Wasted time is wasted lives: WBUR town hall highlights problems with EMRs
This week, nearly 100 health professionals, patients, and community members gathered at the WBUR studios to discuss the ways electronic medical records (EMRs) affect how we practice and experience medicine, and what we can do about it.
The Town Hall was hosted by WBUR’s CommonHealth editor Carey Goldberg, who introduced the discussion with popular videos to show how salient the topic of EMRs has become in the health care community.
The event began with a few words from a panel of clinicians and patients before opening up the conversation to the audience. Panelists included Dr. Galina Tan, a resident at Cambridge Health Alliance, Dr. Vikas Saini, president of the Lown Institute, patient Herb Solloway, and Dr. John Levinson, a cardiologist at Mass General Hospital.
Here are our key takeaways from the event:
EMRs impact numerous areas of clinical practice and patient care
Attendees pointed out the many areas in which EMRs make it difficult for clinicians to treat their patients. EMRs burden clinicians with administrative work, distract clinicians during patient visits, replicate mistakes that cause medical errors, encourage overmedication, and restrict mobility for nurses.

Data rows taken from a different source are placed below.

//! The engine against an independent numpy/scipy implementation of the same definition.
//!
//! Source of the fixture: tools/fixtures/descriptor_reference.py (numpy, scipy.spatial.cKDTree,
//! scipy.special.sph_harm_y converted to the crate's real harmonics, Clebsch–Gordan by Racah's
//! formula) run on the Stanford bunny (tests/data/bunny), library versions recorded in the JSON
//! beside each fixture: tests/data/descriptor/bunny_reference.* (descriptor version 1) and
//! bunny_reference_v2.* (version 2). No Python is needed to run this test.

use std::path::Path;

use equiscan::descriptor::{Centres, Engine, Invariants, Recipe};

fn data(rel: &str) -> std::path::PathBuf {
    Path::new(env!("CARGO_MANIFEST_DIR")).join(rel)
}

/// A little-endian float64 `.npy` matrix.
fn read_npy_f64(path: &Path) -> (usize, usize, Vec<f64>) {
    let b = std::fs::read(path).unwrap();
    assert_eq!(&b[..6], b"\x93NUMPY");
    let len = u16::from_le_bytes([b[8], b[9]]) as usize;
    let header = std::str::from_utf8(&b[10..10 + len]).unwrap();
    assert!(header.contains("'descr': '<f8'") && header.contains("'fortran_order': False"));
    let shape = header.split("'shape': (").nth(1).unwrap();
    let dims: Vec<usize> = shape[..shape.find(')').unwrap()]
        .split(',')
        .filter_map(|t| t.trim().parse().ok())
        .collect();
    let vals: Vec<f64> = b[10 + len..]
        .chunks_exact(8)
        .map(|c| f64::from_le_bytes(c.try_into().unwrap()))
        .collect();
    assert_eq!(vals.len(), dims[0] * dims[1]);
    (dims[0], dims[1], vals)
}

#[test]
fn bunny_matches_the_numpy_scipy_reference() {
    check("tests/data/descriptor/bunny_reference", 1);
}

#[test]
fn bunny_matches_the_numpy_scipy_reference_in_version_2() {
    check("tests/data/descriptor/bunny_reference_v2", 2);
}

fn check(prefix: &str, version: u32) {
    let meta: serde_json::Value =
        serde_json::from_str(&std::fs::read_to_string(data(&format!("{prefix}.json"))).unwrap())
            .unwrap();
    assert_eq!(meta["recipe"]["version"].as_u64(), Some(version as u64));
    let (rows, cols, reference) = read_npy_f64(&data(&format!("{prefix}.npy")));
    let names: Vec<&str> = meta["columns"]
        .as_array()
        .unwrap()
        .iter()
        .map(|v| v.as_str().unwrap())
        .collect();
    assert_eq!(names.len(), cols);
    let centres: Vec<usize> = meta["centres"]
        .as_array()
        .unwrap()
        .iter()
        .map(|v| v.as_u64().unwrap() as usize)
        .collect();
    assert_eq!(centres.len(), rows);

    let (cloud, _) = equiscan::io::read_cloud(&data("tests/data/bunny/bunny.ply")).unwrap();
    let recipe = Recipe::builder()
        .version(version)
        .radii([1.5, 0.75])
        .degree(4)
        .shells(6)
        .invariants(Invariants::parse("norms,power,bispectrum").unwrap())
        .keep_coefficients(true)
        .build()
        .unwrap();
    let engine = Engine::new(recipe);
    let f = engine.compute(&cloud, &Centres::Indices(centres)).unwrap();

    // Our values by column name.
    let rec = engine.recipe();
    let ours = |name: &str, i: usize| -> f64 {
        if let Some(s) = rec
            .count_column_names()
            .iter()
            .position(|n| n == name)
            .filter(|p| p % 2 == 0)
        {
            return f.count(i, s / 2) as f64;
        }
        if let Some(c) = f.columns.iter().position(|n| n == name) {
            return f.row(i)[c] as f64;
        }
        let c = rec
            .coefficient_names()
            .iter()
            .position(|n| n == name)
            .unwrap_or_else(|| panic!("no column {name}"));
        let per = rec.coefficients_per_scale();
        f.coefficients_of(i, c / per).unwrap()[c % per] as f64
    };
    let mut worst = (0.0f64, "");
    let mut compared = 0;
    for (c, name) in names.iter().enumerate() {
        let col: Vec<f64> = (0..rows).map(|i| reference[i * cols + c]).collect();
        let big = col.iter().fold(0.0f64, |m, v| m.max(v.abs()));
        for (i, want) in col.iter().enumerate() {
            let got = ours(name, i);
            if name.ends_with("_count") {
                assert_eq!(got, *want, "{name} at centre row {i}");
                continue;
            }
            if big < 1e-12 {
                // Identically zero in exact arithmetic (odd bispectrum paths with two equal
                // degrees): the reference holds rounding noise, we hold 0.
                assert!(got.abs() < 1e-12, "{name} at row {i}: {got}");
                continue;
            }
            let e = (got - want).abs() / big;
            if e > worst.0 {
                worst = (e, name);
            }
            compared += 1;
        }
    }
    assert!(compared > 50_000, "{compared}");
    assert!(
        worst.0 < 1e-5,
        "largest difference {:e} of the column's largest value, in {}",
        worst.0,
        worst.1
    );
    eprintln!(
        "version {version}: worst relative difference {:e} in {}",
        worst.0, worst.1
    );
}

One doctor and biomedical researcher said she spent half of her “research day” catching up on electronic records. This time spent on administrative work could be used to find cures for patients – “Wasted time is wasted lives,” she said.
“Just because I’m a millennial doesn’t mean I’m fine with staring at a screen all day”

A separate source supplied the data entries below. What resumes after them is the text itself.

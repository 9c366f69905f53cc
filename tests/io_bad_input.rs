//! Bad inputs: each gives one line `FILE: what is wrong; what to do`, no panic, and (for the
//! command) exit code 2 with nothing on stdout. Files are made in the test, mostly by cutting
//! or patching the las crate's sample files at the header offsets of the LAS 1.4 R15
//! specification (ASPRS), Table 3.

use std::path::{Path, PathBuf};
use std::process::Command;

use equiscan::Cloud;
use equiscan::io::{Column, read_cloud, write_las, write_npy, write_ply};

fn sample(name: &str) -> Vec<u8> {
    std::fs::read(
        Path::new(env!("CARGO_MANIFEST_DIR"))
            .join("tests/data/las")
            .join(name),
    )
    .unwrap()
}

/// The library's message for `path`, checked for the one-line `PATH: what; fix` form.
fn message(path: &Path) -> String {
    let err = read_cloud(path).expect_err("bad input must be refused");
    let msg = err.to_string();
    assert!(!msg.contains('\n'), "one line: {msg}");
    assert!(
        msg.starts_with(&format!("{}: ", path.display())),
        "starts with the path: {msg}"
    );
    assert!(msg.contains("; "), "says what to do: {msg}");
    msg
}

/// Runs `equiscan info` on `files`; returns (exit code, stdout, stderr).
fn info(files: &[&Path]) -> (i32, String, String) {
    let out = Command::new(env!("CARGO_BIN_EXE_equiscan"))
        .arg("info")
        .args(files)
        .env("NO_COLOR", "1")
        .output()
        .unwrap();
    (
        out.status.code().unwrap_or(-1),
        String::from_utf8(out.stdout).unwrap(),
        String::from_utf8(out.stderr).unwrap(),
    )
}

/// Library and command agree: the message contains `needle`, the command prints exactly it.
fn check(path: &Path, needle: &str) {
    let msg = message(path);
    assert!(msg.contains(needle), "{msg:?} should mention {needle:?}");
    let (code, out, err) = info(&[path]);
    assert_eq!(code, 2, "{err}");
    assert!(out.is_empty(), "{out}");
    assert_eq!(err, format!("{msg}\n"));
}

struct Dir(tempfile::TempDir);
impl Dir {
    fn new() -> Self {
        Dir(tempfile::tempdir().unwrap())
    }
    fn file(&self, name: &str, bytes: &[u8]) -> PathBuf {
        let p = self.0.path().join(name);
        std::fs::write(&p, bytes).unwrap();
        p
    }
}

#[test]
fn missing_file_folder_and_empty_file() {
    let d = Dir::new();
    check(&d.0.path().join("absent.las"), "no such file");
    check(d.0.path(), "is a folder");
    check(&d.file("empty.ply", b""), "the file is empty");
}

#[test]
fn wrong_magic() {
    let d = Dir::new();
    check(
        &d.file("photo.las", b"\x89PNG\r\n\x1a\n...."),
        "not a LAS, LAZ, PLY or E57 file",
    );
    check(
        &d.file("x.ply", b"plyx\n"),
        "not a LAS, LAZ, PLY or E57 file",
    );
    check(
        &d.file("short.las", b"LA"),
        "not a LAS, LAZ, PLY or E57 file",
    );
}

#[test]
fn truncated_headers() {
    let d = Dir::new();
    let las = sample("autzen.las");
    check(&d.file("cut.las", &las[..100]), "LAS header is truncated");
    check(
        &d.file(
            "cut.ply",
            b"ply\nformat ascii 1.0\nelement vertex 3\nproperty float x\n",
        ),
        "truncated header",
    );
}

#[test]
fn truncated_point_data_and_counts_larger_than_the_data() {
    let d = Dir::new();
    let las = sample("autzen.las");
    check(
        &d.file("short.las", &las[..las.len() - 50]),
        "the data holds only 104",
    );
    // Legacy point count at byte 107 (u32), patched to a billion: nothing is allocated for it.
    let mut big = las.clone();
    big[107..111].copy_from_slice(&1_000_000_000u32.to_le_bytes());
    check(
        &d.file("big.las", &big),
        "declares 1000000000 points but the data holds only 106",
    );

    let laz = sample("autzen.laz");
    let msg = message(&d.file("short.laz", &laz[..laz.len() * 2 / 3]));
    assert!(!msg.is_empty());
    let (code, out, err) = info(&[&d.0.path().join("short.laz")]);
    assert_eq!((code, out.as_str()), (2, ""));
    assert_eq!(err.lines().count(), 1, "{err}");

    // The same count patch on a LAZ file is caught by its chunk table.
    let mut big = laz.clone();
    big[107..111].copy_from_slice(&1_000_000_000u32.to_le_bytes());
    check(
        &d.file("big.laz", &big),
        "declares 1000000000 points but the compressed data holds at most",
    );

    // A damaged chunk table (stored at the end of this file) must not drive an allocation.
    let mut table = sample("32-1-472-150-76.laz");
    let n = table.len();
    table[n - 6] ^= 0x5A;
    check(&d.file("table.laz", &table), "chunk table lists");

    let ply = b"ply\nformat binary_little_endian 1.0\nelement vertex 4000000000\nproperty float x\nproperty float y\nproperty float z\nend_header\n";
    let mut body = ply.to_vec();
    body.extend_from_slice(&[0u8; 12 * 3 + 5]);
    check(
        &d.file("huge.ply", &body),
        "declares 4000000000 vertex records, which need at least 48000000000 bytes, but the data holds 41",
    );
    let ascii = b"ply\nformat ascii 1.0\nelement vertex 3\nproperty float x\nproperty float y\nproperty float z\nend_header\n1 2 3\n4 5\n";
    check(
        &d.file("short_ascii.ply", ascii),
        "declares 3 vertex records, which need at least 18 bytes, but the data holds 10",
    );
}

#[test]
fn ply_unknown_type_missing_xyz_and_bad_numbers() {
    let d = Dir::new();
    check(
        &d.file(
            "type.ply",
            b"ply\nformat ascii 1.0\nelement vertex 1\nproperty float128 x\nend_header\n1\n",
        ),
        "unknown property type \"float128\"",
    );
    check(
        &d.file(
            "noz.ply",
            b"ply\nformat ascii 1.0\nelement vertex 1\nproperty float x\nproperty float y\nend_header\n1 2\n",
        ),
        "no x, y and z properties",
    );
    check(
        &d.file(
            "word.ply",
            b"ply\nformat ascii 1.0\nelement vertex 1\nproperty float x\nproperty float y\nproperty float z\nend_header\n1 two 3\n",
        ),
        "\"two\" is not a valid",
    );
    check(
        &d.file("noformat.ply", b"ply\nelement vertex 0\nend_header\n"),
        "no format line",
    );
}

#[test]
fn non_finite_coordinates_name_the_vertex_and_value() {
    let d = Dir::new();
    check(
        &d.file(
            "nan.ply",
            b"ply\nformat ascii 1.0\nelement vertex 3\nproperty float x\nproperty float y\nproperty float z\nend_header\n0 0 0\n1 1 1\n2 NaN 2\n",
        ),
        "vertex 2 has a non-finite coordinate (y = NaN)",
    );
    let mut bin = b"ply\nformat binary_big_endian 1.0\nelement vertex 2\nproperty double x\nproperty double y\nproperty double z\nend_header\n".to_vec();
    for v in [1.0f64, 2.0, 3.0, f64::NEG_INFINITY, 0.0, 0.0] {
        bin.extend_from_slice(&v.to_be_bytes());
    }
    check(
        &d.file("inf.ply", &bin),
        "vertex 1 has a non-finite coordinate (x = -inf)",
    );
}

#[test]
fn las_version_not_read() {
    let d = Dir::new();
    // Version major/minor at bytes 24-25 (LAS 1.4 R15, Table 3), patched to 2.0.
    let mut las = sample("autzen.las");
    las[24] = 2;
    las[25] = 0;
    check(&d.file("v2.las", &las), "LAS version 2.0 is not read here");
}

#[test]
fn several_files_go_on_after_a_failure_and_remember_it() {
    let d = Dir::new();
    let good = d.file("good.las", &sample("autzen.las"));
    let bad = d.file("bad.las", b"nonsense");
    let (code, out, err) = info(&[&bad, &good]);
    assert_eq!(code, 2);
    assert_eq!(err.lines().count(), 1, "{err}");
    assert!(err.starts_with(&bad.display().to_string()));
    assert!(out.contains("points          106"), "{out}");
    let (code, out, err) = info(&[&good]);
    assert_eq!((code, err.as_str()), (0, ""));
    assert!(out.contains("LAS 1.2, point format 1"), "{out}");
}

#[test]
fn command_usage_errors_exit_2() {
    let out = Command::new(env!("CARGO_BIN_EXE_equiscan"))
        .args(["info", "--no-such-flag", "x.las"])
        .output()
        .unwrap();
    assert_eq!(out.status.code(), Some(2));
    let out = Command::new(env!("CARGO_BIN_EXE_equiscan"))
        .arg("info")
        .output()
        .unwrap();
    assert_eq!(out.status.code(), Some(2));
}

#[test]
fn json_gives_one_object_per_line() {
    let d = Dir::new();
    let a = d.file("a.las", &sample("autzen.las"));
    let b = d.file("b.laz", &sample("autzen.laz"));
    let out = Command::new(env!("CARGO_BIN_EXE_equiscan"))
        .args(["info", "--json"])
        .args([&a, &b])
        .output()
        .unwrap();
    assert_eq!(out.status.code(), Some(0));
    let text = String::from_utf8(out.stdout).unwrap();
    let docs: Vec<serde_json::Value> = text
        .lines()
        .map(|l| serde_json::from_str(l).unwrap())
        .collect();
    assert_eq!(docs.len(), 2);
    assert_eq!(docs[0]["format"], "LAS");
    assert_eq!(docs[1]["format"], "LAZ");
    assert_eq!(docs[0]["point_count"], 106);
    let sp = docs[0]["point_spacing"].as_f64().unwrap();
    let r = docs[0]["suggested_support_radius"].as_f64().unwrap();
    // 5 × the spacing, rounded to two significant digits (the one radius rule of every command).
    let want = equiscan::descriptor::suggested_radius(sp as f32) as f64;
    assert!(sp > 0.0 && (r - want).abs() < 1e-6 * r, "{sp} {r}");
    assert!((r - 5.0 * sp).abs() <= 0.05 * r, "{sp} {r}");
}

#[test]
fn writers_refuse_bad_input_and_leave_no_file() {
    let d = Dir::new();
    let mut cloud = Cloud::new([0.0; 3], vec![[0.0; 3], [1.0, 2.0, 3.0]]);
    let short = [1.0f32];
    let p = d.0.path().join("f.ply");
    assert!(write_ply(&p, &cloud, &[Column::new("a", &short)]).is_err());
    assert!(!p.exists());
    let ok = [1.0f32, 2.0];
    assert!(
        write_ply(&p, &cloud, &[Column::new("x", &ok)]).is_err(),
        "name clash"
    );
    assert!(
        write_ply(&p, &cloud, &[Column::new("a b", &ok)]).is_err(),
        "plain names"
    );
    assert!(!p.exists());
    // A coordinate that does not fit LAS's 32-bit integers at 1 mm.
    cloud.positions[1][0] = 1e7;
    let l = d.0.path().join("f.las");
    let err = write_las(&l, &cloud, &[]).unwrap_err().to_string();
    assert!(err.contains("does not fit"), "{err}");
    assert!(!l.exists());
    cloud.positions[1][0] = f32::NAN;
    assert!(write_las(&l, &cloud, &[]).is_err());
    assert!(write_ply(&p, &cloud, &[]).is_err());
    assert!(!l.exists() && !p.exists());
    let n = d.0.path().join("m.npy");
    assert!(write_npy(&n, 2, 2, &ok).is_err());
    assert!(!n.exists());
    // Nothing else, not even temporary files, is left in the folder.
    assert_eq!(std::fs::read_dir(d.0.path()).unwrap().count(), 0);
}

#[test]
fn non_finite_float_coordinates_in_binary_little_endian() {
    let d = Dir::new();
    let mut bin = b"ply\nformat binary_little_endian 1.0\nelement vertex 3\nproperty float x\nproperty float y\nproperty float z\nproperty uchar red\nproperty uchar green\nproperty uchar blue\nend_header\n".to_vec();
    for (i, v) in [[0.0f32, 0.0, 0.0], [1.0, 1.0, 1.0], [2.0, 2.0, f32::NAN]]
        .iter()
        .enumerate()
    {
        for x in v {
            bin.extend_from_slice(&x.to_le_bytes());
        }
        bin.extend_from_slice(&[i as u8; 3]);
    }
    check(
        &d.file("nanf.ply", &bin),
        "vertex 2 has a non-finite coordinate (z = NaN)",
    );
}

/// Every prefix of the sample files, and single corrupted bytes in their headers, give an
/// error or a cloud: never a panic, and errors stay on one line.
#[test]
fn truncation_at_any_length_and_header_corruption_never_panic() {
    let d = Dir::new();
    let root = Path::new(env!("CARGO_MANIFEST_DIR")).join("tests/data");
    let files = [
        "ply/cube_colour_edges_binary_big_endian.ply",
        "ply/cube_ascii.ply",
        "ply/cube_binary_little_endian.ply",
        "las/autzen.las",
        "las/autzen.laz",
    ];
    for name in files {
        let bytes = std::fs::read(root.join(name)).unwrap();
        let path = d.0.path().join(Path::new(name).file_name().unwrap());
        let step = (bytes.len() / 120).max(1);
        for cut in (0..bytes.len()).step_by(step) {
            std::fs::write(&path, &bytes[..cut]).unwrap();
            if let Err(e) = read_cloud(&path) {
                assert!(!e.to_string().contains('\n'), "{name} cut at {cut}: {e}");
            }
        }
        let header_end = bytes.len().min(400);
        for at in (0..header_end).step_by(if name.ends_with(".laz") { 3 } else { 1 }) {
            let mut b = bytes.clone();
            b[at] ^= 0xA5;
            std::fs::write(&path, &b).unwrap();
            if let Err(e) = read_cloud(&path) {
                assert!(!e.to_string().contains('\n'), "{name} byte {at}: {e}");
            }
        }
    }
}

Frustration with EMRs crosses generations and specialties
Some have speculated that issues with EMRs are simply “technophobia” from an older generation of doctors, but we heard from both old and young attendees who felt the same about EMRs. Doctors and patients who remembered the days of house calls saw a “diminution in the human connection,” in part because of EMRs. Young doctors also said they were dissatisfied with EMRs. “Just because I’m a millennial doesn’t mean I’m fine with staring at a screen all day,” said Galina Tan.

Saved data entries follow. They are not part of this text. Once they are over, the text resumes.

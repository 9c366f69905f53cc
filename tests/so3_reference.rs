//! Reference checks of the SO(3) core against outside sources (each named beside its check) and
//! seeded property tests (the seed is printed on failure).

use equiscan::so3::coupling::{CouplingTable, complex_cg, real_cg, tensor_product};
use equiscan::so3::rng::SplitMix64;
use equiscan::so3::rotation::{
    geodesic_angle, random_rotation, rot_y, rot_z, rotation_vector_to_matrix,
};
use equiscan::so3::search::{RotationSearcher, SearchOptions};
use equiscan::so3::sh::{
    index, num_coeffs, real_sh_f32, real_sh_f64, real_sh_vec_batch_f32, real_sh_vec_f64,
};
use equiscan::so3::wigner::{WignerD, small_d};
use nalgebra::{Matrix3, Vector3};
use serde_json::Value;
use std::f64::consts::PI;

fn fixture(name: &str) -> Value {
    let path = std::path::Path::new(env!("CARGO_MANIFEST_DIR"))
        .join("tests/data/so3")
        .join(name);
    let text = std::fs::read_to_string(&path).expect("fixture file");
    serde_json::from_str(&text).expect("fixture JSON")
}

fn apply_rot(r: &Matrix3<f64>, u: [f64; 3]) -> [f64; 3] {
    let v = r * Vector3::from(u);
    [v.x, v.y, v.z]
}

// ---------------------------------------------------------------------------------------------
// Spherical harmonics

/// Values of degrees 0..=12 at 26 directions from scipy.special.sph_harm_y (scipy 1.17.1),
/// converted to our real convention by tools/fixtures/so3_fixtures.py.
#[test]
fn sh_match_scipy_sph_harm_y() {
    let fx = fixture("sh_scipy.json");
    // Source: scipy 1.17.1, scipy.special.sph_harm_y (recorded in the fixture).
    assert_eq!(fx["scipy_version"].as_str(), Some("1.17.1"));
    let l_max = fx["l_max"].as_u64().unwrap() as usize;
    assert_eq!(l_max, 12);
    let dirs = fx["directions"].as_array().unwrap();
    assert!(dirs.len() >= 20);
    let nc = num_coeffs(l_max);
    let mut y64 = vec![0.0; nc];
    let mut y32 = vec![0.0f32; nc];
    for (d, row) in dirs.iter().enumerate() {
        let u: Vec<f64> = row["u"]
            .as_array()
            .unwrap()
            .iter()
            .map(|v| v.as_f64().unwrap())
            .collect();
        let want: Vec<f64> = row["y"]
            .as_array()
            .unwrap()
            .iter()
            .map(|v| v.as_f64().unwrap())
            .collect();
        assert_eq!(want.len(), nc);
        real_sh_f64(l_max, [u[0], u[1], u[2]], &mut y64);
        real_sh_f32(l_max, [u[0] as f32, u[1] as f32, u[2] as f32], &mut y32);
        for k in 0..nc {
            assert!(
                (y64[k] - want[k]).abs() < 1e-12,
                "direction {d}, k={k}: {} vs scipy {}",
                y64[k],
                want[k]
            );
            assert!(
                (y32[k] as f64 - want[k]).abs() < 1e-5,
                "f32 direction {d}, k={k}: {} vs scipy {}",
                y32[k],
                want[k]
            );
        }
    }
}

And it’s not just doctors and patients who want change. At the event, health professionals in all areas of the health system – nurses, health care administrators, patient advocates, and medical researchers – said they wanted to work together to turn EMRs from a burden into an asset.
EMRs are a result of a highly dysfunctional system
Attendees mentioned reforms that could help hospitals and clinicians deal with EMRs on an individual level, such as switching EMR systems, lobbying for fewer EMR requirements, and taking the time to learn EMR shortcuts to save time. However, Vikas Saini and others noted that EMRs did not appear “out of the blue.” They are a result of a system that puts profits over patients.
“The lack of interoperability in EMRs is not a bug, it’s a feature!”
For example, an audience member suggested having an open-source code for EMRs that could be shared by users and tailored for each clinician’s needs. The problem with this idea, the panelists said, was political. “There are too many profit-seeking entities,” said Saini. “For the EMR companies, the lack of interoperability in EMRs is not a bug, it’s a feature! It’s what they lobbied for.”